In a former post we saw that a conservator has to gather clues about an object’s past and do a lot of bibliographical research. Now let’s talk about the materials themselves and the amazing eyes of these two wooden heads.
During these last few weeks we have been busy trying to identify the materials used to make the eyes; we knew that there were three of them, one for the outer line (or eyelid), a second for the white part, and the third one for the black pupil. We first observed the eyes under a binocular microscope, which is the easiest way for a conservator to have a close look at an object.
Wood is missing around the eyes, but it allows us to see more of the metal !
Here is a pink-golden layer of copper that we can identify through the corrosion layers.
The material used for the eyelids was immediately identified as a copper alloy because of the green corrosion products observed on the surface. Moreover we can see the metallic pink-golden surface of the copper here and there. However, the metal could have also been silver with some copper impurities; indeed when two metals are combined or in contact with each other in a burial environment, the less precious metal preferentially corrodes (also called galvanic corrosion).
To know more about the chemical composition of this alloy, we carried out X-ray fluorescence analysis (XRF), with the portable XRF device of the Lab.
Here are what the results look like:
Those peaks indicate what kind of elements we have in the metal. We learned that this is an arsenic-copper alloy, which is well-known for Egyptian artifacts. The other elements can be impurities in the metal or due to the burial environment of the objects.
Concerning the white material, the first thing we observed under the microscope was the lines in the material.
Some detail of the lines.
A clue for us was that we don’t see the lines across the entire surface, as we can see on the picture on the right (near the upper part of the pupil).
We first wondered if these lines indicated elephant ivory, since elephant ivory has unique features called Schreger lines. However, the lines in the whites of the eyes do not look like Schreger lines, which look more like cross-hatching. That’s why we then thought about tool marks; indeed, the Egyptian sometimes marked the material they used to make the white of inlaid eyes, to make them look more realistic. We quickly abandoned this theory because the pattern on the eyes is too regular and not spread across the entire surface.
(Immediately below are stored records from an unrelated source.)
"""The drift preview in the headless report and on the command line: text in the
project's display units, JSON in SI, both read from the one computation
(``stage_result(project, i).drift``, or one drift for ``towboard drift``)."""

from __future__ import annotations

import math
from typing import Any

import numpy as np

from core.analysis.stage import stage_result
from core.errors import InputError
from core.frames import site_angle_to_true
from core.model.drift import MAX_HORIZON_S, DriftSettings
from core.model.plan import Project
from core.motion.drift import DRIFT_CAUTION, DriftResult, DriftScenario
from core.motion.scenarios import drift, drift_setup
from core.motion.summary import StageDrift, contact_words, ghost_rows
from core.units import DisplayUnits, fmt, label


def drift_lines(project: Project, index: int) -> list[str]:
    """The stage's drift preview for the report: worst tug lost and all lines let go."""
    sd = stage_result(project, index).drift
    u = project.units
    if sd.reason:
        return [f"  Drift preview   {sd.reason}"]
    out = []
    for head, r in (("worst tug lost", sd.worst), ("lines let go", sd.let_go)):
        if r is None:
            out.append(f"  Drift, {head:<15} no tug works on {sd.body}")
            continue
        who = f" ({r.problem.scenario.tug})" if r.problem.scenario.tug else ""
        out.append(f"  Drift, {head}{who}: {contact_words(r, u)}")
        if r.alongside:
            out.append(f"                  lies alongside {', '.join(r.alongside)} at the start")
    for n in sd.notices:
        out.append(f"  NOTE: {n.message}")
    return out


def result_json(r: DriftResult | None) -> dict[str, Any] | None:
    """One drift's outcome in SI: scenario, contact, ghosts (no track)."""
    if r is None:
        return None
    c = r.contact
    return {
        "scenario": r.problem.scenario.kind,
        "tug_lost": r.problem.scenario.tug,
        "words": r.problem.scenario.words(),
        "contact": None
        if c is None
        else {
            "time_s": c.time_s,
            "with": c.other,
            "kind": c.other_kind,
            "point_m": list(c.point),
            "closing_speed_m_s": c.closing_speed_ms,
            "point_speed_m_s": c.point_speed_ms,
        },
        "alongside_at_start": list(r.alongside),
        "end_s": r.end_s,
        "largest_drift_m": r.excursion_m(),
        "ghosts": [
            {
                "time_s": g.time_s,
                "centroid_moved_m": g.moved_m,
                "heading_deg": g.heading_deg,
                "speed_m_s": g.speed_ms,
                "rate_of_turn_deg_min": g.turn_deg_min,
            }
            for g in ghost_rows(r)
            if not g.at_contact
        ],
    }


def drift_json(project: Project, index: int) -> dict[str, Any]:
    """The stage's drift preview in SI for the JSON report."""
    sd: StageDrift = stage_result(project, index).drift
    return {
        "body": sd.body,
        "not_worked_out": sd.reason or None,
        "horizon_s": project.drift.horizon_s,
        "worst_tug_lost": result_json(sd.worst),
        "lines_let_go": result_json(sd.let_go),
        "each_tug_lost": [result_json(r) for r in sd.tug_lost],
        "notes": [n.message for n in sd.notices],
        "caution": DRIFT_CAUTION,
    }


def track_table(r: DriftResult, every_s: float) -> tuple[np.ndarray, np.ndarray]:
    """Times every ``every_s`` seconds and the end, with their states (k, 6), read off the
    sampled track (linear between its samples, which lie a second or two apart)."""
    ts = np.arange(0.0, r.end_s, every_s)
    if not len(ts) or ts[-1] < r.end_s - 1e-9:
        ts = np.append(ts, r.end_s)
    states = np.column_stack([np.interp(ts, r.times, r.states[:, j]) for j in range(6)])
    return ts, states


def track_lines(r: DriftResult, units: DisplayUnits, every_s: float) -> list[str]:
    """The track as a table: time, the centroid's east and north, heading, speed over the
    ground and rate of turn (positive: the bow swings to port)."""
    ln, sp = label(units.unit("length")), label(units.unit("speed"))
    ts, states = track_table(r, every_s)
    cent = r.centroid_track(states)
    speed = r.speed_ms(states)
    lines = [
        f"{'t s':>7} {'east ' + ln:>10} {'north ' + ln:>10} {'heading':>8} "
        f"{'speed ' + sp:>10} {'turn °/min':>11}"
    ]
    for k, t in enumerate(ts):
        east, north = (units.value(float(v), "length") for v in cent[k])
        lines.append(
            f"{t:>7.0f} {east:>10.1f} {north:>10.1f} "
            f"{site_angle_to_true(float(states[k, 2])):>7.1f}° "
            f"{units.value(float(speed[k]), 'speed'):>10.2f} "
            f"{fmt(math.degrees(float(states[k, 5])) * 60, 1, signed=True):>11}"
        )
    return lines


def track_json(r: DriftResult, every_s: float) -> list[dict[str, float]]:
    """The track in SI, one entry every ``every_s`` seconds and at the end."""
    ts, states = track_table(r, every_s)
    cent = r.centroid_track(states)
    vel = r.ground_velocity(states)
    return [
        {
            "time_s": float(t),
            "centroid_east_m": float(cent[k, 0]),
            "centroid_north_m": float(cent[k, 1]),
            "heading_deg": site_angle_to_true(float(states[k, 2])),
            "velocity_east_m_s": float(vel[k, 0]),
            "velocity_north_m_s": float(vel[k, 1]),
            "speed_m_s": float(math.hypot(*vel[k])),
            "rate_of_turn_deg_min": math.degrees(float(states[k, 5])) * 60.0,
        }
        for k, t in enumerate(ts)
    ]


# -- towboard drift ----------------------------------------------------------------------

#: The shortest step between the printed track's rows, s (the track itself is sampled a
#: second or two apart: finer rows are read off it in straight lines).
MIN_EVERY_S = 0.1
#: The most rows the printed track may have (an hour's look ahead every 0.4 s).
MAX_TRACK_ROWS = 10_000


def check_every(every_s: float, horizon_s: float) -> float:
    """``--every`` as given, checked against its range and the rows it would print over a
    look ahead of ``horizon_s``.

    Raises InputError naming ``--every``.
    """
    if not (math.isfinite(every_s) and MIN_EVERY_S <= every_s <= MAX_HORIZON_S):
        raise InputError(
            "--every", every_s, f"must be from {MIN_EVERY_S:g} to {MAX_HORIZON_S:g} seconds"
        )
    rows = math.ceil(horizon_s / every_s) + 1  # the rows from 0 s and the end
    if rows > MAX_TRACK_ROWS:
        least = horizon_s / (MAX_TRACK_ROWS - 1)
        raise InputError(
            "--every",
            every_s,
            f"gives {rows:,} rows over the {horizon_s:g} s look ahead, more than "
            f"{MAX_TRACK_ROWS:,}: take at least {math.ceil(least * 100) / 100:g} s",
        )
    return every_s


def command_drift(
    project: Project,
    stage_number: int,
    lose: str | None,
    let_go: bool,
    seconds: float | None,
    every_s: float,
) -> DriftResult:
    """The one drift ``towboard drift`` asks for (stage numbers count from 1), its track
    to be printed every ``every_s`` seconds.

    Raises InputError naming the option that is wrong, before any work.
    """
    n = len(project.stages)
    if not 1 <= stage_number <= n:
        raise InputError(
            "--stage", stage_number, f"must be from 1 to {n}" if n else "is not a stage: none"
        )
    settings = project.drift
    if seconds is not None:
        if not (math.isfinite(seconds) and 0 < seconds <= MAX_HORIZON_S):
            raise InputError("--seconds", seconds, f"must be above 0 and at most {MAX_HORIZON_S:g}")
        settings = DriftSettings(settings.times_s, seconds)
    check_every(every_s, settings.horizon_s)
    if lose is not None and not lose.strip():
        raise InputError("--lose", lose, "must name a tug (leave --lose out for pulls as set)")
    if not project.hulls:
        raise InputError("plan", project.name, "has no hull to drift")
    stage = project.stages[stage_number - 1]
    scenario = (
        DriftScenario("let_go")
        if let_go
        else DriftScenario("tug_lost", lose)
        if lose
        else DriftScenario("as_set")
    )
    result = drift(project, stage, scenario, setup=drift_setup(project, stage, settings=settings))
    if result is None:  # only "worst tug lost" can come back empty
        raise InputError("--lose", lose, "no tug works on the body")
    return result


def drift_command_text(
    project: Project,
    stage_number: int,
    lose: str | None,
    let_go: bool,
    seconds: float | None,
    every_s: float,
) -> str:
    """What ``towboard drift`` prints: the track in the plan's units, then the first contact."""
    r = command_drift(project, stage_number, lose, let_go, seconds, every_s)
    u = project.units
    ine = r.problem.motion.inertia
    out = [
        f"{project.name} (revision {project.revision})",
        f"Stage {stage_number}: {r.problem.stage}; {r.problem.body}, {r.problem.scenario.words()}",
        f"Mass {ine.mass_kg / 1000:.0f} t; added mass ahead {ine.surge_added_kg / 1000:.0f} t, "
        f"abeam {ine.sway_added_kg / 1000:.0f} t; yaw radius of gyration "
        f"{u.show(ine.gyradius_m, 'length')} ({ine.method})",
        "Track of the centroid (site frame: east, north); heading true; turn positive with the "
        "bow swinging to port",
        *track_lines(r, u, every_s),
        "",
        f"First contact: {contact_words(r, u)}",
    ]
    c = r.contact
    if c is not None:
        east, north = (u.show(v, "length") for v in c.point)
        out.append(
            f"  at {east} east, {north} north; that point moving at "
            f"{u.show(c.point_speed_ms, 'speed', 2)}"
        )
    if r.alongside:
        out.append(f"Lies alongside {', '.join(r.alongside)} at the start (not a contact)")
    out += [f"NOTE: {n.message}" for n in r.notices]
    out += ["", DRIFT_CAUTION]
    return "\n".join(out) + "\n"


def drift_command_json(
    project: Project,
    stage_number: int,
    lose: str | None,
    let_go: bool,
    seconds: float | None,
    every_s: float,
) -> dict[str, Any]:
    """What ``towboard drift --json`` prints, in SI."""
    r = command_drift(project, stage_number, lose, let_go, seconds, every_s)
    ine = r.problem.motion.inertia
    return {
        "plan": project.name,
        "revision": project.revision,
        "stage": r.problem.stage,
        "stage_number": stage_number,
        "body": r.problem.body,
        "units": {"length": "m", "speed": "m/s", "time": "s", "angle": "deg"},
        "frame": "site frame: x east, y north; headings true; rate of turn positive to port",
        "horizon_s": r.problem.horizon_s,
        "inertia": {
            "mass_kg": ine.mass_kg,
            "yaw_inertia_kg_m2": ine.yaw_inertia_kgm2,
            "added_mass_surge_kg": ine.surge_added_kg,
            "added_mass_sway_kg": ine.sway_added_kg,
            "added_mass_yaw_kg_m2": ine.yaw_added_kgm2,
            "centre_of_gravity_m": list(ine.cog),
            "method": ine.method,
        },
        **(result_json(r) or {}),
        "track": track_json(r, every_s),
        "notes": [n.message for n in r.notices],
        "caution": DRIFT_CAUTION,
    }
So we returned to the idea that the material might be ivory, but what kind of ivory? We were lucky that our department recently acquired a complete set of ivory samples, so we could compare directly. It turned out that our eyes are made of hippo ivory. XRF analysis also revealed that the white is composed of calcium, which is coherent for ivory.
This is elephant ivory.
Here is an example of what hippo ivory looks like, with the entire surface covered with lines.
Here is an area of the hippo ivory where we can see the limit between the lines and a smooth part.
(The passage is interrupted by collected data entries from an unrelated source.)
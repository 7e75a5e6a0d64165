"""File names as the project's readers and writers take them."""

from __future__ import annotations

import errno
import os
import stat
from pathlib import Path

#: Bytes read at a time from a file of unknown size (a device, a pipe).
_CHUNK = 1 << 20


class TooLarge(OSError):
    """A file holds more bytes than its reader takes."""


def file_path(path: str | os.PathLike[str]) -> Path:
    """``path`` as a Path; an OSError (as the system gives for a bad name) for a name with a
    NUL character, which no file system holds and Python refuses with a ValueError."""
    p = Path(path)
    if "\x00" in str(p):
        raise OSError(errno.EINVAL, "a file name cannot hold a NUL character", str(p))
    return p


def shown_path(path: str | os.PathLike[str]) -> str:
    """A path as a message shows it: a NUL character as \\0, never as itself."""
    return str(path).replace("\x00", "\\0")


def read_at_most(path: str | os.PathLike[str], limit: int) -> bytes:
    """The bytes of the file at ``path``, or :class:`TooLarge` once it proves to hold more
    than ``limit`` bytes.

    A regular file is refused by its size before it is read; anything else (a device such
    as /dev/zero, a FIFO) is read a chunk at a time and refused as soon as it passes the
    limit, so no file is ever read without bound. Other failures are the OSError the
    system gives.
    """
    with open(file_path(path), "rb") as f:
        st = os.fstat(f.fileno())
        if stat.S_ISREG(st.st_mode) and st.st_size > limit:
            raise TooLarge(errno.EFBIG, "too large", str(path))
        chunks: list[bytes] = []
        got = 0
        while True:
            chunk = f.read(min(_CHUNK, limit + 1 - got))
            if not chunk:
                return b"".join(chunks)
            chunks.append(chunk)
            got += len(chunk)
            if got > limit:
                raise TooLarge(errno.EFBIG, "too large", str(path))
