from app.board.drawing import BodyDrawing, _screen_angle
from app.board.handles import TurnHandle
from app.board.interaction import Interaction
from app.board.items import Label
from app.board.menus import board_menu
from app.board.poses import pose_in, site_angle_deg, to_site
from app.board.sector_layer import SectorLayer
from app.controller import BodyResult, Controller
from app.guard import guarded
from app.paint import style
from app.paint.shapes import drawing_scales
from core.mechanics.balance import TugShare
from core.mechanics.bodies import Body, body_name_of_hull, body_of
from core.mechanics.site import body_pose
from core.model.plan import BodyPose, Project, Site, Stage

Selection = tuple[object, ...] | None


def selection_exists(project: Project, selection: Selection) -> bool:
    """Whether what ``selection`` names is in ``project``: an undo, a redo or another
    window's edit may take away the hull, vertex, fitting, tug or site feature selected,
    and the keys that nudge or delete the selection must not reach for it."""
    if not selection:
        return True
    kind, name = selection[0], str(selection[1]) if len(selection) > 1 else ""
    if kind in ("hull", "vertex", "fitting"):
        hull = next((h for h in project.hulls if h.name == name), None)
        if hull is None:
            return kind == "hull" and any(g.name == name for g in project.groups)
        if kind == "vertex":
            return _index_in(selection, len(hull.outline))
        if kind == "fitting":
            return any(f.name == selection[2] for f in hull.fittings)
        return True
    if kind == "turn":
        return name in project.body_names()
    if kind in ("site", "site_point"):
        feature = next((f for f in project.site.features if f.name == name), None)
        if feature is None:
            return False
        return kind == "site" or _index_in(selection, len(feature.points))
    if kind == "tug":
        return any(t.name == name for t in project.tugs)
    return True


def _index_in(selection: tuple[object, ...], count: int) -> bool:
    """Whether the selection's third part is an index below ``count``."""
    try:
        k = operator.index(selection[2])  # type: ignore[arg-type]
    except (IndexError, TypeError):
        return False
    return 0 <= k < count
Concerning the material used to make the black of the eyes, a few paths could be followed. According to the literature, Egyptians used obsidian, glass with a black substance on the back, or other black materials for the inlaid eye pupils. The microscopic observation of the wooden statue eyes revealed that the black material is translucent with tiny bubbles. This structure could indicate obsidian, which is a natural glass. Moreover, the Penn Museum has several spare eyes in storage; comparison with these known references confirmed that the pupils of the wooden heads are indeed made from obsidian.